When I was growing up my parents and grandparents raised cows, chickens and pigs. They had longtime friends who lived in Argyle and also raised animals and did farming. We tended to spend a lot of time with them since they had the same interests. Often we would help them with a particular farming task and they would return the favor with whatever we needed done. When we drove to Argyle growing up, my father would roll all the windows down and proclaim that he LOVED the smell of cow manure and corn silage. All the while my sister and I gagged ~quite dramatically I might add. I was always the oldest of all my parent's friend's kids. And the Argyle friends' kids came along when I was 9. Their son was about 4 years old when they were in the thick of farming. That little boy LIVED and BREATHED anything farm related. Well, his father eventually got out of farming....he always had a "regular" job anyway and it just got to be too much. The couple ended up getting a divorce and needless to say we didn't see a whole lot of them. I get kind of emotional (yup, me..) when I see the kids...all grown up now...AND the son is a big time FARMER which is actually no surprise. He is undoubtedly living his lifelong dream of being a dairy farmer. For the past 3 years or so he had been renting a farm and running it himself. It was a dairy farm which he worked for the whole 3 years to turn over to Certified Organic. Then he decided that it was counterproductive for him to try to rent from someone else....so he bought his own 50 acre farm. Every time we would run into his mother we would tell her that we wanted to bring the kids over to see the animals and the working farm but never seemed to have (make) the time to follow through. So once again after seeing her last week (and not seeing my sister much at all due to the hectic baseball schedule) we bit the bullet and made the trip. It was better than any school field trip. The farmer and his girlfriend made time in their busy farming schedule to show us around and answer questions...and they didn't hesitate to let us know that they had to get back to their work...because chores need to be done before the 4:30pm milking time.
In this barn, 65 dairy cows are housed. I have to tell you specifically about the conditions these cows are cared for in. Although the barn is old, it has huge fans on the end that draw the hot air out and provide circulation of air. There was a cool breeze throughout the stalls where the cows are hooked with a chain but loosely and such that they can lay down if they want or stand up. They had good looking fresh hay in front of them and the blue buckets in front of them are filled fresh every 10 minutes by a built in water spicket. The cows had plenty of room between them. They don't go to a milking parlor, they are milked right in their own area.
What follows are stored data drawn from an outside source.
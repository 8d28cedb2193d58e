"""Scattering: a finalized device system and parameters -> the full transmission matrix.

``T[i, j]`` is the total transmission probability from contact ``j`` to contact ``i`` summed
over modes and spin (Kwant's ``transmission(to, from)``); the diagonal holds the total
reflection probability. Together with the number of open modes per lead it is all the
Landauer-Buttiker solver (:mod:`pipeline.transport.landauer`) needs.

The solve itself is :class:`pipeline.transport.scattering.ScatteringProblem` (Kwant's linear
system assembled once per system, MUMPS' analysis reused, sparse right-hand sides); this
module keeps the functions the rest of the package calls and the solver settings.
"""

from __future__ import annotations

import numpy as np

from pipeline.system.mesh import DeviceSystem
from pipeline.transport.scattering import (
    DETERMINISTIC_ORDERINGS,
    MUMPS_ORDERING,
    SOLVER,
    SOLVER_NAME,
    Transmissions,
    problem_for,
)

__all__ = ['Transmissions', 'transmission_matrix', 'block_transmission_matrix', 'open_modes',
           'DETERMINISTIC_ORDERINGS', 'MUMPS_ORDERING', 'SOLVER', 'SOLVER_NAME']


def open_modes(dsys: DeviceSystem, energy: float, params: dict, fsyst=None) -> np.ndarray:
    """Number of propagating modes in each lead at ``energy`` (meV)."""
    fsyst = dsys.fsyst if fsyst is None else fsyst
    return np.array(
        [lead.modes(energy, params=params)[0].velocities.size // 2 for lead in fsyst.leads]
    )


def transmission_matrix(
    dsys: DeviceSystem, energy: float, params: dict, *, fsyst=None, inject: str = "all_but_one"
) -> Transmissions:
    """Full transmission matrix between all contacts at Fermi energy ``energy`` (meV).

    Parameters
    ----------
    dsys : DeviceSystem
    energy : float
        Fermi energy (meV).
    params : dict
        From :meth:`DeviceSystem.params` (or one entry of ``block_params``).
    fsyst : kwant.system.FiniteSystem, optional
        ``dsys.fsyst`` with precalculated lead modes at ``energy`` (``fsyst.precalculate``).
    inject : {"all_but_one", "all"}
        See :meth:`pipeline.transport.scattering.ScatteringProblem.transmissions`.

    Returns
    -------
    Transmissions

    Raises
    ------
    TransportError
        A lead has no open mode (no current can enter there), with the energy and the fix;
        or the solve failed.

    Examples
    --------
    >>> transmission_matrix(dsys, 0.0, dsys.params()).matrix[1, 0]  # doctest: +SKIP
    2.0000000000000004
    """
    return problem_for(dsys).transmissions(energy, params, fsyst=fsyst, inject=inject)


def block_transmission_matrix(
    dsys: DeviceSystem, energy: float, blocks: list[tuple[dict, bool]], *, fsyst_for=None
) -> Transmissions:
    """Total transmissions of a spin-block system: the sum over the two spin blocks.

    ``blocks`` comes from :meth:`pipeline.system.mesh.DeviceSystem.block_params`; ``fsyst_for``
    maps a field value (T) to a finalized system with precalculated leads (the spin-down
    block is solved at the reversed field). A block listed twice is solved once.
    """
    total, modes, solved = None, None, {}
    for params, transpose in blocks:
        key = id(params)
        if key not in solved:
            b = params.get("b_perp", 0.0)
            fs = fsyst_for(b) if fsyst_for is not None else None
            solved[key] = transmission_matrix(dsys, energy, params, fsyst=fs)
        res = solved[key]
        T = res.matrix.T if transpose else res.matrix
        total = T.copy() if total is None else total + T
        modes = res.modes.copy() if modes is None else modes + res.modes
    return Transmissions(total, modes)
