"""Local current density: one solved system, one energy, one injecting contact -> current per site.

:func:`current_density` takes the scattering states injected from one contact, turns the bond
currents into a current-density vector per site and measures how much of the current runs
along the device's *free edges* (the outline boundary without the contact segments, where
the leads attach): the *edge fraction* is the share of the summed current magnitude on sites
within two edge-decay lengths of a free edge. It solves nothing else and knows nothing about
configurations or sweeps (see :mod:`pipeline.sweep.probe` for that).
"""

from __future__ import annotations

import math
from dataclasses import dataclass
from typing import TYPE_CHECKING, Any

import numpy as np
import shapely

from pipeline.device.outline import Device
from pipeline.errors import TransportError
from pipeline.physics.bhz import edge_decay_constants
from pipeline.physics.materials import BHZParameters

if TYPE_CHECKING:  # pipeline.system.mesh loads kwant; only the annotation needs it here
    from pipeline.system.mesh import DeviceSystem

__all__ = ['CurrentDensity', 'current_density', 'site_current_vectors', 'free_edges',
           'edge_decay_length']


@dataclass(frozen=True)
class CurrentDensity:
    """Site-resolved current density injected from one contact, and its share near the edges.

    Attributes
    ----------
    positions : numpy.ndarray
        Site positions (nm), shape (n, 2), in the finalized system's site order.
    vectors : numpy.ndarray
        Current density vector per site, shape (n, 2): half the sum over the site's bonds of
        the bond current times the bond's unit vector. Units: particle flux of one incoming
        lead mode (dimensionless), summed over all incoming modes of the contact.
    magnitude : numpy.ndarray
        ``|vectors|`` per site, shape (n,).
    edge_distance : numpy.ndarray
        Distance (nm) of each site from the nearest free edge.
    edge_decay_length : float
        1 / min Re(lambda) of the material's helical edge state (nm), see
        :func:`pipeline.physics.bhz.edge_decay_constants`.
    edge_fraction : float
        Share of the summed current magnitude on sites within two edge-decay lengths of a free
        edge (NaN when no current flows).
    n_modes : int
        Number of incoming modes of the injecting contact.
    """

    positions: np.ndarray
    vectors: np.ndarray
    magnitude: np.ndarray
    edge_distance: np.ndarray
    edge_decay_length: float
    edge_fraction: float
    n_modes: int

    @property
    def edge_zone(self) -> float:
        """Width (nm) of the zone counted as edge: two edge-decay lengths."""
        return 2.0 * self.edge_decay_length


def site_current_vectors(positions: np.ndarray, hoppings: np.ndarray,
                         bond_current: np.ndarray) -> np.ndarray:
    """Current density vector per site from the bond currents of a finalized system.

    Parameters
    ----------
    positions : numpy.ndarray
        Site positions (nm), shape (n, 2).
    hoppings : numpy.ndarray
        The system graph's edges ``(a, b)``, shape (m, 2), each bond in both directions.
    bond_current : numpy.ndarray
        Kwant's current on each edge (flowing from ``b`` to ``a``), shape (m,).

    Returns
    -------
    numpy.ndarray
        Shape (n, 2): half the sum over each site's bonds of the bond current times the bond's
        unit vector.
    """
    vectors = np.zeros_like(positions, dtype=float)
    if len(hoppings):
        # Kwant's bond current on hopping (a, b) flows from b to a; each bond appears in both
        # directions with opposite sign, so each end collects the same flow vector twice.
        d = positions[hoppings[:, 0]] - positions[hoppings[:, 1]]
        d /= np.linalg.norm(d, axis=1)[:, None]
        f = bond_current[:, None] * d
        np.add.at(vectors, hoppings[:, 0], f)
        np.add.at(vectors, hoppings[:, 1], f)
        vectors /= 4.0
    return vectors


def free_edges(device: Device) -> Any:
    """The outline boundary without the contact segments (where the leads attach).

    Parameters
    ----------
    device : Device

    Returns
    -------
    shapely geometry
        The free part of the boundary; the whole boundary when the contacts cover all of it.
    """
    free = device.outline.boundary
    eps = 1e-6 * max(1.0, max(abs(c) for c in device.outline.bounds))
    for c in device.contacts:
        free = free.difference(c.segment.buffer(eps))
    return device.outline.boundary if free.is_empty else free


def edge_decay_length(material: BHZParameters) -> float:
    """Decay length (nm) of the helical edge state into the bulk: 1 / min Re(lambda).

    Parameters
    ----------
    material : BHZParameters

    Returns
    -------
    float
    """
    return float(1.0 / np.min(np.real(edge_decay_constants(material))))


def _solve_bond_currents(fsyst: Any, energy: float, params: dict,
                         contact: int) -> tuple[np.ndarray, int]:
    """Bond currents summed over the incoming modes of one contact, and the number of modes."""
    import kwant  # heavy; only a solve needs it

    psi = kwant.wave_function(fsyst, energy, params=params)(contact)
    op = kwant.operator.Current(fsyst).bind(params=params)
    bond = np.zeros(fsyst.graph.num_edges)
    for mode in psi:
        bond += op(mode)
    return bond, int(len(psi))


def current_density(dsys: DeviceSystem, energy: float, params: dict,
                    contact: int) -> CurrentDensity:
    """Solve the scattering states injected from one contact and reduce them to site currents.

    The states come from ``kwant.wave_function`` and the bond currents from
    ``kwant.operator.Current``, summed over the contact's incoming modes.

    Parameters
    ----------
    dsys : pipeline.system.mesh.DeviceSystem
        The finalized device system (full four-band system, not a spin block).
    energy : float
        Fermi energy (meV).
    params : dict
        Kwant params of the system (``DeviceSystem.params``).
    contact : int
        Index of the injecting contact in ``dsys.contact_names``.

    Returns
    -------
    CurrentDensity

    Raises
    ------
    TransportError
        If ``contact`` is not an index of the system's contacts.
    """
    n_contacts = len(dsys.contact_names)
    if not 0 <= int(contact) < n_contacts:
        raise TransportError(
            f"contact index {contact!r} is outside 0..{n_contacts - 1}; pick one of "
            f"{', '.join(dsys.contact_names)}"
        )
    fsyst = dsys.fsyst
    bond, n_modes = _solve_bond_currents(fsyst, energy, params, int(contact))
    pos = np.array([s.pos for s in fsyst.sites], dtype=float)
    hops = np.array([(a_, b_) for a_, b_ in fsyst.graph], dtype=int)
    vectors = site_current_vectors(pos, hops, bond)
    magnitude = np.linalg.norm(vectors, axis=1)
    dist = np.asarray(shapely.distance(free_edges(dsys.device), shapely.points(pos)), dtype=float)
    ell = edge_decay_length(dsys.material)
    total = float(magnitude.sum())
    frac = float(magnitude[dist <= 2.0 * ell].sum() / total) if total > 0 else math.nan
    return CurrentDensity(pos, vectors, magnitude, dist, ell, frac, n_modes)
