"""Report which Kwant solver and which BLAS this environment uses.

Run as ``python -m pipeline.transport.environment``; the set-up script calls it last, and run
provenance records the same facts.
"""

from __future__ import annotations

import os
import platform
import sys

import numpy
import scipy

__all__ = ['kwant_solver', 'system_blas', 'describe']

_BLAS_LINK = "/usr/lib/{arch}-linux-gnu/libblas.so.3"


def kwant_solver() -> str:
    """Name of the solver behind ``kwant.smatrix`` ("mumps" or "scipy")."""
    import kwant.solvers.default as default  # heavy: builds systems; not needed to read stores or write reports

    # smatrix is a bound method of the default solver instance; its class tells the backend.
    module = type(default.smatrix.__self__).__module__
    return "mumps" if module.endswith("mumps") else "scipy"


def system_blas() -> str:
    """The library Debian's ``libblas.so.3`` alternative points at (used by MUMPS)."""
    link = _BLAS_LINK.format(arch=platform.machine())
    if not os.path.exists(link):
        return "unknown (no system libblas.so.3)"
    target = os.path.realpath(link)
    if "openblas" in target:
        return f"OpenBLAS ({target})"
    if "/blas/" in target:
        return f"reference BLAS ({target})"
    return target


def describe() -> dict[str, str]:
    """Facts about the numerical stack, for provenance and the set-up report."""
    import kwant  # heavy: builds systems; not needed to read stores or write reports

    return {
        "python": sys.version.split()[0],
        "kwant": kwant.__version__,
        "kwant_solver": kwant_solver(),
        "system_blas": system_blas(),
        "numpy": numpy.__version__,
        "scipy": scipy.__version__,
        "host": platform.node(),
    }


def _main() -> None:
    facts = describe()
    print(f"[setup] Kwant {facts['kwant']} solver: {facts['kwant_solver']}"
          + ("" if facts["kwant_solver"] == "mumps"
             else "  (SciPy fallback: install libmumps-scotch-dev and rerun the set-up)"))
    print(f"[setup] BLAS under MUMPS: {facts['system_blas']}")
    print(f"[setup] NumPy {facts['numpy']}, SciPy {facts['scipy']}, Python {facts['python']}")


if __name__ == "__main__":
    _main()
To music. The barn had a sound system piped throughout. Hearing top 40 music in the barn actually made it seem like a cool place to work. Although it must have been potent in there because even I could smell it.

The several contraptions that hook to their utters are also hooked to the steel lines that run from the stall over head to the big milk tank where secure bio protocols are in use. I think that means clean? The farmer moves down the line of 65 cows milking each of them individually.
The farmer (Dan) said they get 7,000 gallons of milk every other day. A refrigerated truck comes to take the milk. He used to supply to Stewart's but he said they don't pay the farmer what he deserves, so he sells his milk to a co-op. He is working on getting his current farm switched to organic and said that he will get 3 times more money for the organic milk that will be produced.

Other than the dairy cows, they had one horse, 4 pet goats, 2 dogs, 15-20 heifers (one year old cows) and banty chickens and some baby chicks.

The baby calves stole the show for the kids. This little guy below licked and tried to suckle on my littlest nieces fingers. Needless to say we are going to HAVE to go back. Reagan was surely impressed by the vastness of owning the land and THAT MANY cows and other animals. I think it made an impression on her that he SELLS milk to the stores and that our milk ORIGINATES right there. She was actually a little grossed out by that, but we explained the homogenization process and she was better. I was mindful during the visit of the respect we must give these hardworking beyond explanation people that do what they do for our food supply. How ridiculous that someone would consider heaping more tax on a farmer.....
Reagan asked on the way home if he is rich. My sister and I almost in unison answered..."If you call doing what you love rich..then he certainly is.


Allison said...

great post - you beat me to it. I've got mine all written, I just have to set aside a couple hours to get the pictures uploaded from my slow computer. It was a fun day, I look forward to us doing it again - lets hope Kyle sleeps in the car next time!

Jennifer W said...

Hey! ;-) They don't pay ANYONE what they are worth.

The Candle Wine Project said...

I think you miss understood how much milk they produce. Milk is measured in pounds, not gallons, when it comes to the farmer. Farmer Dan was probably thinking in pounds when he told you 7,000 every other day, which is about 800 gallons. We had 60 cows, and that's how much we produced every other day.